> **Task details**: The word to find is "analytes". State how many lines below contain it, giving only the number.

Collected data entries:
---------------
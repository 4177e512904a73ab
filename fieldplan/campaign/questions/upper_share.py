"""``[objective.upper_share]``: at least a stated share of the population lies below the level."""

from collections.abc import Iterator
from typing import Annotated, Any, Literal

from pydantic import Field

from fieldplan.campaign.table import OpenShare, Share, Table, tables

MEANING = {
    "": "at least a stated share of the population shall be shown to lie below the level",
    "share": "the share that shall lie below the level",
    "confidence": "how sure the claim shall be",
    "method": "count the results above the level, or take a bound mean + k s of normal results",
    "allowed": "results that may lie above the level while the claim still stands",
    "expected_above": "the share expected above the level, for which the claim shall come out",
    "power": "chance that the claim comes out, if the population is as expected",
}


class UpperShare(Table):
    """The share, how sure the claim shall be, and how it shall be shown."""

    share: Annotated[float, Field(ge=0.5, lt=1)]
    confidence: Annotated[float, Field(gt=0.5, lt=1)] = 0.95
    method: Literal["counting", "normal"] = "counting"
    allowed: Annotated[int, Field(ge=0)] | None = None
    expected_above: Share | None = None
    power: OpenShare | None = None


def problems(table: dict[str, Any], data: dict[str, Any]) -> Iterator[tuple[str, str]]:
    """Give key and sentence for each rule that the table breaks.

    Parameters
    ----------
    table : dict
        ``[objective.upper_share]`` as typed.
    data : dict
        The whole file.
    """
    if table.get("method", "counting") == "normal":
        yield from _of_a_normal_bound(table, data)
    else:
        yield from _of_counting(table)


def _of_counting(table: dict[str, Any]) -> Iterator[tuple[str, str]]:
    if "allowed" in table and "expected_above" in table:
        yield "allowed", "follows from expected_above and power. Keep one of the two."
    if ("expected_above" in table) != ("power" in table):
        missing = "power" if "expected_above" in table else "expected_above"
        yield missing, "is missing: expected_above and power are asked together. Write both."
    share, above = table.get("share"), table.get("expected_above")
    if isinstance(share, float) and isinstance(above, int | float) and above + share > 1 - 1e-9:
        yield (
            "expected_above",
            f"is {above:g}, and {share:g} shall lie below the level; it must be below "
            f"{1 - share:g}. Expect less above the level, or claim a smaller share.",
        )


def _of_a_normal_bound(table: dict[str, Any], data: dict[str, Any]) -> Iterator[tuple[str, str]]:
    for key in ("allowed", "expected_above"):
        if key in table:
            yield key, 'belongs to method = "counting". Take it out.'
    if "power" not in table:
        yield "power", "is missing: how often shall the bound come out below the level? E.g. 0.8."
    if not any("action_level" in analyte for analyte in tables(data, "analyte")):
        yield "method", "a normal bound needs the level. Write action_level in [[analyte]]."
    if not tables(data, "sigma"):
        yield "method", "a normal bound needs the spread and the mean. Write a [[sigma]] table."
    if any("strata" in frame for frame in tables(data, "frame")):
        yield (
            "method",
            "a normal bound is for one population, and this frame has strata. Take "
            'method = "counting", or ask for each stratum in a campaign of its own.',
        )
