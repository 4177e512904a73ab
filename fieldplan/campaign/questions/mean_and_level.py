"""``[objective.mean_and_level]``: do the results show on which side of the level the mean lies."""

from collections.abc import Iterator
from typing import Annotated, Any, Literal, TypeGuard

from pydantic import Field

from fieldplan.campaign.table import PositiveNumber, Table, tables

MEANING = {
    "": "on which side of the action level the mean lies",
    "assume": "where the mean is taken to lie until results show otherwise",
    "gray_edge": (
        "the other edge of the gray region: the mean that shall be told from the level with "
        "chance 1 - beta"
    ),
    "alpha": "chance to leave the assumption though it is true, at most: the mean at the level",
    "beta": "chance to keep the assumption though the mean lies at gray_edge",
    "test": "what decides: t about the mean, sign about the median, signed-rank in between",
    "assurance": "how sure it shall be that n is enough, though sigma is an estimate",
    "decisions": "analytes or wells that are decided on at once in this way",
    "together": "whether each decision stands alone, or one claim needs all of them",
}

Chance = Annotated[float, Field(ge=1e-6, lt=1, allow_inf_nan=False)]


class MeanAndLevel(Table):
    """The assumption to start from, the gray region and the chances of the two wrong decisions."""

    assume: Literal["above-level", "below-level"]
    gray_edge: PositiveNumber
    alpha: Chance
    beta: Chance
    test: Literal["t", "sign", "signed-rank"] = "t"
    assurance: Annotated[float, Field(ge=0.5, lt=1)] | Literal["plain"] = "plain"
    decisions: Annotated[int, Field(ge=1, le=1000)] = 1
    together: Literal["each-alone", "all-or-nothing"] | None = None


def problems(table: dict[str, Any], data: dict[str, Any]) -> Iterator[tuple[str, str]]:
    """Give key and sentence for each rule that the table breaks.

    Parameters
    ----------
    table : dict
        ``[objective.mean_and_level]`` as typed.
    data : dict
        The whole file.
    """
    yield from _chances(table)
    yield from _gray_region(table, data)
    yield from _together(table)
    if table.get("test") in ("sign", "signed-rank") and _has_strata(data):
        yield (
            "test",
            "gives every result the same say, which strata of different weight do not allow "
            f'(got "{table["test"]}"). Write test = "t".',
        )


def _chances(table: dict[str, Any]) -> Iterator[tuple[str, str]]:
    alpha, beta = table.get("alpha"), table.get("beta")
    yield from alpha_problems(alpha)
    if _is_number(alpha) and _is_number(beta) and alpha + beta >= 1:
        yield (
            "beta",
            f"alpha and beta sum to {alpha + beta:g}; together they must stay below 1, or a coin "
            f"does as well (got {alpha:g} and {beta:g}). Lower one of them.",
        )


def _gray_region(table: dict[str, Any], data: dict[str, Any]) -> Iterator[tuple[str, str]]:
    analyte = _analyte_of(table, data)
    if analyte is None:
        return
    level, edge = analyte.get("action_level"), table.get("gray_edge")
    if level is None:
        yield (
            "gray_edge",
            "there is no level to compare the mean with: the analyte has no action_level. Give "
            "action_level and action_level_source in [[analyte]].",
        )
        return
    if not (_is_number(level) and _is_number(edge)):
        return
    if edge == level:
        yield (
            "gray_edge",
            f"the gray region has no width: its edge is the level of {level:g} itself. Move it to "
            "the nearest mean that must still be told from the level.",
        )
        return
    side = {"above-level": "below", "below-level": "above"}.get(str(table.get("assume")))
    if side is not None and (edge < level) != (side == "below"):
        yield (
            "gray_edge",
            f'with assume = "{table["assume"]}" the results must show a mean {side} the level of '
            f"{level:g}, so the edge lies {side} it (got {edge:g}). Move it, or change assume.",
        )


def _together(table: dict[str, Any]) -> Iterator[tuple[str, str]]:
    decisions = table.get("decisions", 1)
    several = _is_number(decisions) and decisions > 1
    if several and "together" not in table:
        yield (
            "together",
            f"missing; {decisions} decisions either stand alone or carry one claim. Takes "
            '"each-alone" or "all-or-nothing".',
        )
    if decisions == 1 and "together" in table:
        yield "together", "one decision stands alone. Take this key out, or give decisions."


def _analyte_of(table: dict[str, Any], data: dict[str, Any]) -> dict[str, Any] | None:
    """Find the analyte of the objective that the table stands below; None where unclear."""
    analytes = tables(data, "analyte")
    for objective in tables(data, "objective"):
        if objective.get("mean_and_level") is table:
            name = objective.get("analyte")
            if name is None and len(analytes) == 1:
                return analytes[0]
            return next((a for a in analytes if a.get("id") == name), None)
    return None


def _has_strata(data: dict[str, Any]) -> bool:
    return any(design.get("layout") == "stratified" for design in tables(data, "design"))


def _is_number(value: object) -> TypeGuard[float]:
    return isinstance(value, int | float) and not isinstance(value, bool)


def alpha_problems(alpha: object) -> Iterator[tuple[str, str]]:
    """Refuse an alpha beyond which a limit lies on the wrong side of its mean."""
    if isinstance(alpha, float) and 0.5 < alpha < 1:
        yield (
            "alpha",
            f"may be 0.5 at most; beyond it a limit lies on the wrong side of the mean (got "
            f"{alpha:g}). Write e.g. 0.05.",
        )
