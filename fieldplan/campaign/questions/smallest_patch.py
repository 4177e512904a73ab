"""``[objective.smallest_patch]``: the smallest patch that must not be missed, and how surely."""

from collections.abc import Iterator
from typing import Annotated, Any, Literal

from pydantic import Field

from fieldplan.campaign.table import PositiveNumber, Table

MEANING = {
    "": "the smallest patch that the locations must not miss, and how surely",
    "length_m": "how long the patch is",
    "width_m": "how wide it is across its length; as wide as long, a circle, if left out",
    "direction_degrees": "where its length points, clockwise from north, or that nobody knows",
    "probability": "chance that at least one location lies in it, wherever in the area it is",
}


class SmallestPatch(Table):
    """A circle or an ellipse that may lie anywhere in the area.

    A probability above 0.999 would rest on corners that averages over starts cannot see.
    """

    length_m: PositiveNumber
    width_m: PositiveNumber | None = None
    direction_degrees: Annotated[float, Field(ge=0, lt=360)] | Literal["unknown"] = "unknown"
    probability: Annotated[float, Field(gt=0, le=0.999)]


def problems(table: dict[str, Any], data: dict[str, Any]) -> Iterator[tuple[str, str]]:
    """Give key and sentence for each rule that the table breaks.

    Parameters
    ----------
    table : dict
        ``[objective.smallest_patch]`` as typed.
    data : dict
        The whole file.
    """
    length, width = table.get("length_m"), table.get("width_m")
    if isinstance(length, int | float) and isinstance(width, int | float) and width > length > 0:
        yield "width_m", f"is more than length_m = {length:g}. Exchange the two."
    kinds = [frame.get("kind") for frame in data.get("frame", []) if isinstance(frame, dict)]
    if "list" in kinds:
        yield "length_m", "a list has no area that a patch could lie in. Take the table out."
    elif "line" in kinds:
        yield "length_m", "a line has no area that a patch could lie in. Take the table out."
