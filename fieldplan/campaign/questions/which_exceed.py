"""``[objective.which_exceed]``: which units of a list exceed the level, tested in pools."""

from collections.abc import Iterator
from typing import Any

from fieldplan.campaign.table import Count, OpenShare, Table

MEANING = {
    "": "which units of the list exceed the level; every unit is sampled, pools are tested first",
    "share": "the share of units that is expected to exceed the level",
    "largest_pool": "the most units that one pool may hold",
}


class WhichExceed(Table):
    """The share of units expected above the level, and what a pool may hold."""

    share: OpenShare
    largest_pool: Count | None = None


def problems(table: dict[str, Any], data: dict[str, Any]) -> Iterator[tuple[str, str]]:
    """Give key and sentence for each rule that the table breaks.

    Parameters
    ----------
    table : dict
        ``[objective.which_exceed]`` as typed.
    data : dict
        The whole file.
    """
    kinds = [frame.get("kind") for frame in data.get("frame", []) if isinstance(frame, dict)]
    if kinds and kinds[0] in ("area", "line"):
        what = "a line has" if kinds[0] == "line" else "an area has"
        yield "share", f"{what} no units to tell apart. Ask it of a list."
    if table.get("largest_pool") == 1:
        yield "largest_pool", "one unit is no pool (got 1). Write 2 or more, or take it out."
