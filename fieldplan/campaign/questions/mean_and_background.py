"""``[objective.mean_and_background]``: the site mean against that of a background area."""

from collections.abc import Iterator
from typing import Annotated, Any, Literal

from pydantic import Field

from fieldplan.campaign.questions.mean_and_level import Chance
from fieldplan.campaign.questions.share import risk_problems
from fieldplan.campaign.table import PositiveNumber, Table

MEANING = {
    "": "the site mean against the mean of a background area",
    "difference": "the difference between site and background that must not be missed",
    "assume": "how the two means are taken to lie until results show otherwise",
    "alpha": "chance to leave the assumption though it is true, at most",
    "beta": "chance to keep the assumption though the means differ from it by the difference",
    "test": "means by Student's t, or ranks by the rank sum test",
    "variances": "whether the two spreads may differ (Welch), or are taken as alike (pooled)",
    "background_sigma": "standard deviation of single background results; else that of the site",
    "background_results": "background results that are already there",
    "background_per_site": "background results for each site result, where both are to be taken",
    "overage": "share that the rank sum rule adds for lost results",
    "assurance": "how sure it shall be that n is enough, though sigma is an estimate",
}


class MeanAndBackground(Table):
    """The difference that matters, the chances of being wrong, and what the background has."""

    difference: PositiveNumber
    assume: Literal["at-background", "above-background", "no-difference"]
    alpha: Chance
    beta: Chance
    test: Literal["means", "ranks"] = "means"
    variances: Literal["may-differ", "alike"] = "may-differ"
    background_sigma: PositiveNumber | None = None
    background_results: Annotated[int, Field(ge=2)] | None = None
    background_per_site: PositiveNumber | None = None
    overage: Annotated[float, Field(ge=0, lt=1)] | None = None
    assurance: Annotated[float, Field(ge=0.5, lt=1)] | Literal["plain"] = "plain"


def problems(table: dict[str, Any], data: dict[str, Any]) -> Iterator[tuple[str, str]]:  # noqa: ARG001
    """Give key and sentence for each rule that the table breaks.

    Parameters
    ----------
    table : dict
        ``[objective.mean_and_background]`` as typed.
    data : dict
        The whole file.
    """
    yield from risk_problems(table)
    if "background_results" in table and "background_per_site" in table:
        yield (
            "background_per_site",
            "says how many background results to take, and background_results that they are "
            "there. Keep one of the two.",
        )
    if table.get("test") == "ranks":
        yield from _of_ranks(table)
    elif "overage" in table:
        yield "overage", 'belongs to test = "ranks"; lost results have their own table, [loss].'
    if table.get("variances") == "alike" and "background_sigma" in table:
        yield "background_sigma", 'contradicts variances = "alike". Keep one of the two.'


def _of_ranks(table: dict[str, Any]) -> Iterator[tuple[str, str]]:
    for key in ("variances", "background_per_site"):
        if key in table:
            yield key, 'belongs to test = "means". Take it out.'
    if table.get("assume") == "no-difference":
        yield "assume", "the rank sum test is sized for one direction. Choose one."
    if "overage" in table and "background_results" in table:
        yield "overage", "belongs to the rule for equal numbers; take [loss] in its place."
---------------
> **Exercise result**: 5